Accordingly, this has caused companies and shareholders to look elsewhere from traditional buy-outs for this transition. One solution that the individuals have turned to is implementing an employee stock ownership plan (ESOP).  

Smart Business spoke with Breuer about the benefits of ESOPs and how they’re implemented. 

What makes an ESOP unique? 

An ESOP is essentially an employee benefit plan in which employees can acquire ownership of the company for which they work through a qualified retirement plan. One of its defining characteristics is that an ESOP is the only qualified plan permitted and required by law to invest primarily in the stock of the sponsoring employer.  
ESOPs also offer attractive options with regard to obtaining financing and tax planning for different types of entities. Securities acquired by an ESOP are held in a trust and the employees will be the beneficial owners of the value of the stock despite not having to invest their own money. According to a 2010 survey by the ESOP Association, there were approximately 10,000 ESOPs in place in the U.S. covering roughly 10.3 million employees, which is approximately 10 percent of the private sector workforce. 

Why have so many companies turned to these types of plans? 

ESOPs have become viable options as exit strategies for shareholders for a variety of reasons. For a departing equity holder, implementing an ESOP creates a ready market place in which the shares can be purchased, thus eliminating the need to find a willing buyer. An ESOP is also advantageous in that, among qualified employee benefit plans, an ESOP is allowed to borrow funds to finance an acquisition.

This is an attractive option to 
companies that may need capital to acquire the stock. Implementing an ESOP also allows a company to receive significant tax and financial benefits.
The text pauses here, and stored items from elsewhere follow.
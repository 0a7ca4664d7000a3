namespace EvapMonitor.Core.Properties;

/// <summary>The dimensionless Gibbs energy γ(π, τ) of IAPWS-IF97 and the derivatives from which properties follow (R7-97(2012), tables 3 and 12).</summary>
/// <param name="Value">γ.</param>
/// <param name="ByPressure">∂γ/∂π.</param>
/// <param name="ByTemperature">∂γ/∂τ, τ the reciprocal reduced temperature.</param>
/// <param name="ByTemperatureTwice">∂²γ/∂τ².</param>
/// <param name="ByBoth">∂²γ/∂π∂τ.</param>
internal readonly record struct GibbsEnergy(double Value, double ByPressure, double ByTemperature, double ByTemperatureTwice, double ByBoth);

/// <summary>
/// Σ n·aᴵ·bᴶ and its derivatives, term by term from a table: the form in which the release prints its basic equations.
/// Enthalpies, of which a balance needs many, have a faster form of their own in <see cref="Region1"/> and <see cref="Region2"/>; tests hold both to the
/// same figures.
/// </summary>
internal static class GibbsSeries
{
    /// <summary>The sum and its derivatives by a and b. Both must be positive.</summary>
    public static GibbsEnergy Evaluate(double a, double b, ReadOnlySpan<int> powersOfA, ReadOnlySpan<int> powersOfB, ReadOnlySpan<double> coefficients)
    {
        // Highest exponents in tables 2 and 11: 32 for a, -41 and 58 for b.
        Span<double> ofA = stackalloc double[33], ofB = stackalloc double[59], ofReciprocalB = stackalloc double[42];
        Powers(a, ofA);
        Powers(b, ofB);
        Powers(1 / b, ofReciprocalB);
        double value = 0, byA = 0, byB = 0, byBTwice = 0, byBoth = 0;
        for (var k = 0; k < coefficients.Length; k++)
        {
            int i = powersOfA[k], j = powersOfB[k];
            var term = coefficients[k] * ofA[i] * (j < 0 ? ofReciprocalB[-j] : ofB[j]);
            var slope = j * term;
            value += term;
            byA += i * term;
            byB += slope;
            byBTwice += (j - 1) * slope;
            byBoth += i * slope;
        }
        return new GibbsEnergy(value, byA / a, byB / b, byBTwice / (b * b), byBoth / (a * b));
    }

    // By halves, so that the chain of multiplications is six deep, not sixty.
    private static void Powers(double factor, Span<double> powers)
    {
        powers[0] = 1;
        powers[1] = factor;
        for (var k = 2; k < powers.Length; k++)
            powers[k] = powers[k / 2] * powers[k - k / 2];
    }
}
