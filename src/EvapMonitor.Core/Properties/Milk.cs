namespace EvapMonitor.Core.Properties;

/// <summary>
/// Whole milk. Elevation from the table in Hui, Encyclopedia of Food Science and Technology; heat capacity and density by composition (Choi and Okos
/// 1986), for solids
/// of 27 % protein, 29 % fat, 38 % carbohydrate, 6 % ash. Range: solids 16 to 73 % for the elevation; to 60 % and 150 °C otherwise.
/// </summary>
public sealed class Milk : Liquor
{
    private static readonly FoodSolids WholeMilk = new(Protein: 0.27, Fat: 0.29, Carbohydrate: 0.38, Fibre: 0, Ash: 0.06);
    private static readonly SolidsTable Elevation = new([(0, 0), (16, 0.5), (27.5, 1), (39, 1.5), (49, 2), (62, 3), (69, 4), (73, 5)]);
    private static readonly CorrelationRange ElevationRange = new(0.16, 0.73, 40, 110);
    private static readonly CorrelationRange Range = new(0, 0.73, 0, 150);

    /// <inheritdoc/>
    /// <remarks>
    /// Straight between the points of the table, which is taken as at atmospheric pressure, and carried to other pressures as for any small elevation:
    /// times (T/373.15)²·r(373.15)/r(T). Standard uncertainty 0.15 K (the table is rounded to half a kelvin) and 5 %.
    /// </remarks>
    public override PropertyValue BoilingPointElevation(double solids, double waterBoilingPoint)
    {
        var x = CorrelationRange.Solids(solids);
        var value = Elevation.At(100 * x) * WaterReference.ElevationFactor(waterBoilingPoint);
        return ElevationRange.Answer(value, x == 0 ? 0 : 0.15 + 0.05 * value, x, waterBoilingPoint);
    }

    /// <inheritdoc/>
    /// <remarks>Mass-weighted by composition. Standard uncertainty 2 %.</remarks>
    public override PropertyValue HeatCapacity(double solids, double temperature)
    {
        var x = CorrelationRange.Solids(solids);
        var value = WholeMilk.HeatCapacity(x, temperature - CorrelationRange.IcePoint);
        return Range.Answer(value, 0.02 * value, x, temperature);
    }

    /// <inheritdoc/>
    public override double Enthalpy(double solids, double temperature) =>
        WaterReference.Enthalpy(temperature) + WholeMilk.ContentBesideWater(CorrelationRange.Solids(solids), temperature - CorrelationRange.IcePoint);

    /// <inheritdoc/>
    /// <remarks>Water and components keep their volumes. Standard uncertainty 1.5 %.</remarks>
    public override PropertyValue Density(double solids, double temperature)
    {
        var x = CorrelationRange.Solids(solids);
        var value = WaterReference.DensityByVolumes(x, temperature, WholeMilk.SolidsDensity(temperature - CorrelationRange.IcePoint));
        return Range.Answer(value, 0.015 * value, x, temperature);
    }
}
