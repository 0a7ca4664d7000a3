namespace EvapMonitor.Service.Ingest.Mqtt;

/// <summary>The form of a message.</summary>
public enum MessageShape
{
    /// <summary>The payload is a number as text.</summary>
    Number,
    /// <summary>The payload is a JSON object with members for value, time, quality and signal.</summary>
    Object,
    /// <summary>The payload is a JSON object with a member for each signal and one for the time of all.</summary>
    Members,
    /// <summary>An object when the payload begins with a brace, else a number.</summary>
    Either,
}

/// <summary>How the messages under a topic filter are read.</summary>
/// <param name="Filter">The filter.</param>
/// <param name="Shape">The form of the payload.</param>
public sealed record MessageRule(TopicFilter Filter, MessageShape Shape)
{
    /// <summary>Makes the signal's name, where no member gives it. Default: the topic, or with <see cref="MessageShape.Members"/> the member's name.</summary>
    public SignalName Signal { get; init; } = SignalName.Topic;

    /// <summary>Member with the value. Default value.</summary>
    public string ValueMember { get; init; } = "value";

    /// <summary>Member with the instant; when it is absent, the instant of arrival holds. Default time.</summary>
    public string TimeMember { get; init; } = "time";

    /// <summary>Member with the quality; absent is good. Default quality.</summary>
    public string QualityMember { get; init; } = "quality";

    /// <summary>Member with the signal's name, which then comes before <see cref="Signal"/>. Default signal.</summary>
    public string SignalMember { get; init; } = "signal";

    /// <summary>How the instant is written. Default RFC 3339.</summary>
    public TimeWritten TimeWritten { get; init; }

    /// <summary>With <see cref="MessageShape.Members"/>: which member is which signal; null takes every member that is a number.</summary>
    public IReadOnlyDictionary<string, string>? Signals { get; init; }

    /// <summary>How messages to the service's own broker are read: every topic, either form, the topic is the signal.</summary>
    public static MessageRule OwnBroker { get; } = new(TopicFilter.Read("#", out _)!, MessageShape.Either);
}
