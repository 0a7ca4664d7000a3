namespace EvapMonitor.Core.Properties;

/// <summary>
/// Fruit juice, with the constants of apple juice. Elevation: Crapiste and Lozano, "Effect of concentration and pressure on the boiling point rise of
/// apple juice and
/// related sugar solutions", Journal of Food Science 53 (1988) 865 to 868: solids 17 to 72 %, 72 to 700 mbar. The four constants are from memory, hence
/// the wide uncertainty.
/// Heat capacity and density by composition (Choi and Okos 1986), for solids of 97 % carbohydrate, 1 % protein, 2 % ash.
/// </summary>
public sealed class Juice : Liquor
{
    private static readonly FoodSolids Clear = new(Protein: 0.01, Fat: 0, Carbohydrate: 0.97, Fibre: 0, Ash: 0.02);
    // 72 and 700 mbar as boiling points of water
    private static readonly CorrelationRange ElevationRange = new(0.17, 0.72, 39.6, 90);
    private static readonly CorrelationRange Range = new(0, 0.72, 0, 150);

    /// <inheritdoc/>
    /// <remarks>1.360e-2·C^0.749·exp(3.390e-2·C)·P^0.106, C solids in %, P in mbar. Standard uncertainty 0.1 K and 15 %.</remarks>
    public override PropertyValue BoilingPointElevation(double solids, double waterBoilingPoint)
    {
        var x = CorrelationRange.Solids(solids);
        var c = 100 * x;
        var millibar = Steam.SaturationPressure(waterBoilingPoint) / 100;
        var value = 1.360e-2 * double.Pow(c, 0.749) * double.Exp(3.390e-2 * c) * double.Pow(millibar, 0.106);
        return ElevationRange.Answer(value, x == 0 ? 0 : 0.1 + 0.15 * value, x, waterBoilingPoint);
    }

    /// <inheritdoc/>
    /// <remarks>Mass-weighted by composition. Standard uncertainty 2 %.</remarks>
    public override PropertyValue HeatCapacity(double solids, double temperature)
    {
        var x = CorrelationRange.Solids(solids);
        var value = Clear.HeatCapacity(x, temperature - CorrelationRange.IcePoint);
        return Range.Answer(value, 0.02 * value, x, temperature);
    }

    /// <inheritdoc/>
    public override double Enthalpy(double solids, double temperature) =>
        WaterReference.Enthalpy(temperature) + Clear.ContentBesideWater(CorrelationRange.Solids(solids), temperature - CorrelationRange.IcePoint);

    /// <inheritdoc/>
    /// <remarks>Water and components keep their volumes. Standard uncertainty 1 %.</remarks>
    public override PropertyValue Density(double solids, double temperature)
    {
        var x = CorrelationRange.Solids(solids);
        var value = WaterReference.DensityByVolumes(x, temperature, Clear.SolidsDensity(temperature - CorrelationRange.IcePoint));
        return Range.Answer(value, 0.01 * value, x, temperature);
    }
}
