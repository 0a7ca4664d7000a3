namespace EvapMonitor.Core.Properties;

/// <summary>
/// Kraft black liquor. Elevation: a published form of which no first citation was found, hence its uncertainty. Heat capacity and density: stated simple
/// rules.
/// Range, as stated here: solids to 65 % (above it salts fall out and the slope of the elevation changes), 40 to 150 °C.
/// </summary>
public sealed class BlackLiquor : Liquor
{
    private static readonly CorrelationRange Range = new(0, 0.65, 40, 150);

    /// <inheritdoc/>
    /// <remarks>(6.173x - 7.48x^1.5 + 32.747x²)·[1 + 0.6(t - 100)/100] K, t the boiling point of water in °C. Standard uncertainty 0.2 K and 10 %:
    /// liquors of different woods differ by that.</remarks>
    public override PropertyValue BoilingPointElevation(double solids, double waterBoilingPoint)
    {
        var x = CorrelationRange.Solids(solids);
        var t = waterBoilingPoint - CorrelationRange.IcePoint;
        var value = x * (6.173 - 7.48 * double.Sqrt(x) + 32.747 * x) * (1 + 0.6 * (t - 100) / 100);
        return Range.Answer(value, x == 0 ? 0 : 0.2 + 0.1 * value, x, waterBoilingPoint);
    }

    /// <inheritdoc/>
    /// <remarks>
    /// Stated rule: mass-weighted water (steam tables) and solids with 1,675 + 3.31t J/(kg·K), t in °C (from memory of a widely used form, without its
    /// excess term,
    /// the sign of which could not be settled). Standard uncertainty 5 %.
    /// </remarks>
    public override PropertyValue HeatCapacity(double solids, double temperature)
    {
        var x = CorrelationRange.Solids(solids);
        var value = (1 - x) * WaterReference.HeatCapacity(temperature) + x * (1675 + 3.31 * (temperature - CorrelationRange.IcePoint));
        return Range.Answer(value, 0.05 * value, x, temperature);
    }

    /// <inheritdoc/>
    /// <remarks>Heat capacity integrated, water's part being h′ itself; no heat of dilution.</remarks>
    public override double Enthalpy(double solids, double temperature)
    {
        var x = CorrelationRange.Solids(solids);
        var t = temperature - CorrelationRange.IcePoint;
        return (1 - x) * WaterReference.Enthalpy(temperature) + x * t * (1675 + 3.31 / 2 * t);
    }

    /// <inheritdoc/>
    /// <remarks>Stated rule: ρ(water)·(1 + 0.65x), the usual 997 + 649x kg/m³ at 25 °C (from memory) with water's expansion. Standard uncertainty 2
    /// %.</remarks>
    public override PropertyValue Density(double solids, double temperature)
    {
        var x = CorrelationRange.Solids(solids);
        var value = WaterReference.Density(temperature) * (1 + 0.65 * x);
        return Range.Answer(value, 0.02 * value, x, temperature);
    }
}
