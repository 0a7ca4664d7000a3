using System.Net;
using System.Net.Sockets;
using EvapMonitor.Service.Live;
using MQTTnet;
using MQTTnet.Formatter;
using MQTTnet.Protocol;
using MQTTnet.Server;

namespace EvapMonitor.Service.Ingest.Mqtt;

/// <summary>
/// The service's own MQTT broker, for sources on this machine: listens on the loopback address only. A message with an acknowledgement is on disk before it is
/// given. Others may subscribe; their queues are bounded.
/// </summary>
public sealed class OwnBroker(int port, Intake intake, SourceStates states, Notices notices, TimeProvider clock, ILogger<OwnBroker> log) : IHostedService, IDisposable
{
    /// <summary>The port when none is given, the one registered for MQTT.</summary>
    public const int DefaultPort = 1883;

    private const string VersionItem = "version", Notice = "own-broker";

    private readonly MessageReader _reader = new([MessageRule.OwnBroker]);
    private SourceState? _state;
    private MqttServer? _server;

    /// <summary>The port on which it listens; 0 while it does not.</summary>
    public int Port { get; private set; }

    /// <inheritdoc/>
    public async Task StartAsync(CancellationToken cancellationToken)
    {
        int wanted = port == 0 ? FreePort() : port;
        _state = states.Of("own broker", "broker", Invariant($"127.0.0.1:{wanted}"));
        MqttServer server = new MqttServerFactory().CreateMqttServer(new MqttServerOptionsBuilder()
            .WithDefaultEndpoint()
            .WithDefaultEndpointPort(wanted)
            .WithDefaultEndpointBoundIPAddress(IPAddress.Loopback)
            .WithDefaultEndpointBoundIPV6Address(IPAddress.None)
            .WithMaxPendingMessagesPerClient(100_000)
            .WithPendingMessagesOverflowStrategy(MqttPendingMessagesOverflowStrategy.DropOldestQueuedMessage)
            .Build());
        server.ValidatingConnectionAsync += connecting =>
        {
            connecting.SessionItems[VersionItem] = connecting.ProtocolVersion;
            return Task.CompletedTask;
        };
        server.InterceptingPublishAsync += TakeAsync;
        server.QueuedApplicationMessageOverwrittenAsync += dropped =>
        {
            log.OwnBrokerDropped(dropped.ReceiverClientId);
            return Task.CompletedTask;
        };
        try
        {
            await server.StartAsync();
            (_server, Port) = (server, wanted);
            _state.Connected(clock.GetUtcNow(), again: false);
            log.OwnBrokerListens(wanted);
        }
        catch (SocketException error)
        {
            server.Dispose();
            _state.Disconnected(error.Message);
            notices.Raise(Notice, $"The own MQTT broker does not listen on port {wanted}: {error.Message}. Set EVAPMONITOR_MQTT to another port or to off.");
            log.OwnBrokerAway(wanted, error.Message + ".");
        }
    }

    /// <inheritdoc/>
    public async Task StopAsync(CancellationToken cancellationToken)
    {
        if (_server is { IsStarted: true }) await _server.StopAsync(new MqttServerStopOptionsBuilder().Build());
        Port = 0;
    }

    /// <inheritdoc/>
    public void Dispose() => _server?.Dispose();

    private async Task TakeAsync(InterceptingPublishEventArgs publish)
    {
        MqttApplicationMessage message = publish.ApplicationMessage;
        SourceState state = _state!;
        DateTimeOffset now = clock.GetUtcNow();
        state.MessageCame(now);
        // What a client publishes is true now, even when others are to find it later (retained).
        MessageVerdict verdict = _reader.Read(message.Topic, message.Payload, now.ToUnixTimeMilliseconds(), retained: false, out IReadOnlyList<IncomingReading> readings, out string? wrong);
        if (verdict == MessageVerdict.Malformed)
        {
            state.CountMalformed(now, message.Topic, wrong!);
            publish.Response.ReasonCode = MqttPubAckReasonCode.PayloadFormatInvalid;
            publish.Response.ReasonString = wrong;
            return;
        }

        if (message.QualityOfServiceLevel == MqttQualityOfServiceLevel.AtMostOnce)
        {
            intake.TryKeep(state, readings);
            return;
        }

        IntakeAnswer answer = await intake.KeepAsync(state, readings, alone: true);
        if (answer.Refusal is not { } refusal) return;
        publish.ProcessPublish = false;
        // MQTT 5 can say no; in 3.1.1 an acknowledgement is always a yes, so the connection ends instead.
        if (publish.SessionItems[VersionItem] is MqttProtocolVersion.V500)
        {
            publish.Response.ReasonCode = MqttPubAckReasonCode.QuotaExceeded;
            publish.Response.ReasonString = refusal;
        }
        else
        {
            publish.CloseConnection = true;
        }
    }

    private static int FreePort()
    {
        using var listener = new TcpListener(IPAddress.Loopback, 0);
        listener.Start();
        return ((IPEndPoint)listener.LocalEndpoint).Port;
    }
}
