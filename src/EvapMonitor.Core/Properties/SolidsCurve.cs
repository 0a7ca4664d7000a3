namespace EvapMonitor.Core.Properties;

/// <summary>A property of a plant's own liquor as a function of its solids in per cent, as laboratories write it.</summary>
public abstract record SolidsCurve
{
    /// <summary>The value at these solids.</summary>
    /// <param name="solidsPercent">Dissolved solids, %.</param>
    public abstract double At(double solidsPercent);

    /// <summary>The solids, %, between which the curve was given; a polynomial is given from 0 to 100 %.</summary>
    public abstract (double Lowest, double Highest) Span { get; }
}

/// <summary>c0 + c1·w + c2·w² + …, w solids in %.</summary>
public sealed record SolidsPolynomial : SolidsCurve
{
    /// <summary>A polynomial.</summary>
    /// <param name="coefficients">From the constant upward; at least one, all finite.</param>
    /// <exception cref="ArgumentException">No coefficient, or one that is not a finite number.</exception>
    public SolidsPolynomial(IReadOnlyList<double> coefficients)
    {
        ArgumentNullException.ThrowIfNull(coefficients);
        if (coefficients.Count == 0)
            throw new ArgumentException("A polynomial needs at least one coefficient, from the constant upward.", nameof(coefficients));
        for (var k = 0; k < coefficients.Count; k++)
        {
            if (!double.IsFinite(coefficients[k]))
                throw new ArgumentException(
                    FormattableString.Invariant($"Coefficient {k} of the polynomial, {coefficients[k]}, is not a finite number."), nameof(coefficients));
        }
        Coefficients = [.. coefficients];
    }

    /// <summary>The coefficients, from the constant upward.</summary>
    public IReadOnlyList<double> Coefficients { get; }

    /// <inheritdoc/>
    public override (double Lowest, double Highest) Span => (0, 100);

    /// <inheritdoc/>
    public override double At(double solidsPercent)
    {
        var value = 0.0;
        for (var k = Coefficients.Count - 1; k >= 0; k--)
            value = value * solidsPercent + Coefficients[k];
        return value;
    }

    /// <summary>Equal when the coefficients are.</summary>
    public bool Equals(SolidsPolynomial? other) => other is not null && Coefficients.SequenceEqual(other.Coefficients);

    /// <inheritdoc/>
    public override int GetHashCode() => Coefficients.Aggregate(17, HashCode.Combine);
}

/// <summary>Points of (solids %, value), straight between them and continued straight beyond the first and the last two.</summary>
public sealed record SolidsTable : SolidsCurve
{
    private readonly double[] _solids, _values;

    /// <summary>A table.</summary>
    /// <param name="points">At least two, solids rising from at least 0 to at most 100 %, values finite.</param>
    /// <exception cref="ArgumentException">Too few points, solids that do not rise, or a number out of bounds.</exception>
    public SolidsTable(IReadOnlyList<(double SolidsPercent, double Value)> points)
    {
        ArgumentNullException.ThrowIfNull(points);
        if (points.Count < 2)
            throw new ArgumentException($"A table needs at least two points of (solids %, value), not {points.Count}.", nameof(points));
        for (var k = 0; k < points.Count; k++)
        {
            var (solids, value) = points[k];
            if (!(solids >= 0 && solids <= 100) || !double.IsFinite(value))
                throw new ArgumentException(
                    FormattableString.Invariant($"Point {k + 1} of the table, ({solids}, {value}), needs solids from 0 to 100 % and a finite value."), nameof(points));
            if (k > 0 && !(solids > points[k - 1].SolidsPercent))
                throw new ArgumentException(
                    FormattableString.Invariant($"Solids of the table must rise: {solids} % follows {points[k - 1].SolidsPercent} %."), nameof(points));
        }
        Points = [.. points];
        _solids = [.. points.Select(point => point.SolidsPercent)];
        _values = [.. points.Select(point => point.Value)];
    }

    /// <summary>The points, solids rising.</summary>
    public IReadOnlyList<(double SolidsPercent, double Value)> Points { get; }

    /// <inheritdoc/>
    public override (double Lowest, double Highest) Span => (_solids[0], _solids[^1]);

    /// <inheritdoc/>
    public override double At(double solidsPercent) => StraightLines.At(_solids, _values, solidsPercent);

    /// <summary>Equal when the points are.</summary>
    public bool Equals(SolidsTable? other) => other is not null && Points.SequenceEqual(other.Points);

    /// <inheritdoc/>
    public override int GetHashCode() => Points.Aggregate(17, (hash, point) => HashCode.Combine(hash, point));
}
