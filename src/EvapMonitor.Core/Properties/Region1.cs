using System.Runtime.CompilerServices;
using static EvapMonitor.Core.Properties.Region1Table;

namespace EvapMonitor.Core.Properties;

/// <summary>
/// Liquid water, IAPWS-IF97 region 1: R7-97(2012), section 5.1, equation 7 and table 3. Arguments are taken as they come; <see cref="Steam"/> guards the
/// range.
/// </summary>
internal static class Region1
{
    private const double PressureScale = 16.53e6;
    private const double TemperatureScale = 1386;

    /// <summary>Specific enthalpy, J/kg: R·T·τ·γτ, with the powers of 7.1 - π and τ - 1.222 scheduled by hand.</summary>
    [MethodImpl(MethodImplOptions.AggressiveInlining)]
    public static double Enthalpy(double pressure, double temperature)
    {
        var a = double.MultiplyAddEstimate(pressure, -1 / PressureScale, 7.1);
        var s = TemperatureScale / temperature - 1.222;
        var r = 1 / s;
        double s2 = s * s, s3 = s2 * s, s5 = s2 * s3, s4 = s2 * s2, s9 = s4 * s5, s16 = (s4 * s4) * (s4 * s4);
        double r2 = r * r, r3 = r2 * r, r4 = r2 * r2, r5 = r2 * r3, r6 = r3 * r3, r7 = r3 * r4, r8 = r4 * r4, r9 = r4 * r5, r10 = r5 * r5, r12 = r6 * r6;
        double a2 = a * a, a3 = a2 * a, a4 = a2 * a2, a8 = a4 * a4;

        var i0 = Sum(-2 * N1, r3, Sum(-N2, r2, N4)) + s * Sum(Sum(5 * N8, s, 4 * N7), s2, Sum(3 * N6, s, 2 * N5));
        var i1 = Sum(-9 * N9, r10, Sum(-7 * N10, r8, Sum(-N11, r2, Sum(3 * N14, s2, N13))));
        var i2 = Sum(-3 * N15, r4, Sum(17 * N19, s16, Sum(3 * N18, s2, N17)));
        var i3 = Sum(-4 * N20, r5, 6 * N22 * s5);
        var i4 = Sum(-5 * N23, r6, Sum(-2 * N24, r3, 10 * N25 * s9));
        var i5 = -8 * N26 * r9;
        var i8 = Sum(-11 * N27, r12, -6 * N28 * r7);
        // The six steep terms share a²¹·r³⁰, written with q = a·r.
        double q = a * r, q2 = q * q, q3 = q2 * q, q6 = q3 * q3, q7 = q6 * q, q21 = q7 * q7 * q7;
        var steep = Sum(q2, -31 * N30, -29 * N29) + q6 * q2 * r * Sum(q2, Sum(q, -41 * N34, -40 * N33), Sum(q, -39 * N32, -38 * N31));

        var low = Sum(a, i1, i0) + a2 * Sum(a, i3, i2);
        var high = Sum(a4, Sum(a, i5, i4), a8 * i8);
        var byTemperature = low + Sum(q21, r9 * steep, high);
        return Steam.GasConstant * TemperatureScale * byTemperature;
    }

    /// <summary>γ and its derivatives by π and τ.</summary>
    public static GibbsEnergy Gibbs(double pressure, double temperature)
    {
        var series = GibbsSeries.Evaluate(7.1 - pressure / PressureScale, TemperatureScale / temperature - 1.222, I, J, N);
        // π enters as 7.1 - π
        return series with { ByPressure = -series.ByPressure, ByBoth = -series.ByBoth };
    }

    /// <summary>Specific volume, m³/kg.</summary>
    public static double Volume(double pressure, double temperature) =>
        Steam.GasConstant * temperature / PressureScale * Gibbs(pressure, temperature).ByPressure;

    /// <summary>Specific entropy, J/(kg·K).</summary>
    public static double Entropy(double pressure, double temperature)
    {
        var gibbs = Gibbs(pressure, temperature);
        return Steam.GasConstant * (TemperatureScale / temperature * gibbs.ByTemperature - gibbs.Value);
    }

    /// <summary>Isobaric heat capacity, J/(kg·K).</summary>
    public static double HeatCapacity(double pressure, double temperature)
    {
        var tau = TemperatureScale / temperature;
        return -Steam.GasConstant * tau * tau * Gibbs(pressure, temperature).ByTemperatureTwice;
    }

    /// <summary>∂h/∂p at constant temperature, J/(kg·Pa).</summary>
    public static double EnthalpyByPressure(double pressure, double temperature) =>
        Steam.GasConstant * TemperatureScale / PressureScale * Gibbs(pressure, temperature).ByBoth;

    /// <summary>Specific enthalpy with its slopes by pressure and temperature: R·T·τ·γτ, and those above.</summary>
    public static (double Value, double ByPressure, double ByTemperature) EnthalpyWithSlopes(double pressure, double temperature)
    {
        GibbsEnergy gibbs = Gibbs(pressure, temperature);
        double tau = TemperatureScale / temperature;
        return (Steam.GasConstant * TemperatureScale * gibbs.ByTemperature, Steam.GasConstant * TemperatureScale / PressureScale * gibbs.ByBoth,
            -Steam.GasConstant * tau * tau * gibbs.ByTemperatureTwice);
    }

    [MethodImpl(MethodImplOptions.AggressiveInlining)]
    private static double Sum(double factor, double other, double addend) => double.MultiplyAddEstimate(factor, other, addend);
}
Among the numerous benefits, the dividends paid on stock held by the ESOP are fully tax-deductible, the principal can be repaid with tax- deductible funds, and the owner can choose what portion of his or her stock to sell. 

transaction costs associated with ESOPs are also comparable to traditional buy-outs.  

How does an ESOP transaction work? 

Most often a company will elect to obtain financing through a third party, which is known as a leveraged ESOP. Stated simply, a bank will lend money to the company and the ESOP will then buy stock from the company or the shareholder(s). The company in turn will make annual tax-deductible contributions to the ESOP, which will repay the bank for the original note. Employees will then receive stock or cash when they retire or depart from the company.Under certain circumstances,

selling shareholders can defer the entire gain recognized from the sale of shares for federal income tax purposes. 

What makes a company an ideal candidate to implement an ESOP? 

ESOPs are effective exit strategies, particularly with smaller companies. They can serve as an effective method of transition by having a purchaser already lined up and selling the stock in a tax efficient manner. Smaller companies also have the ancillary benefit of motivating employees through an ESOP purchase. To correctly adopt an ESOP, you need to have a team in place that has experience with finance, legal and tax support, benefit plans, and can coordinate effectively.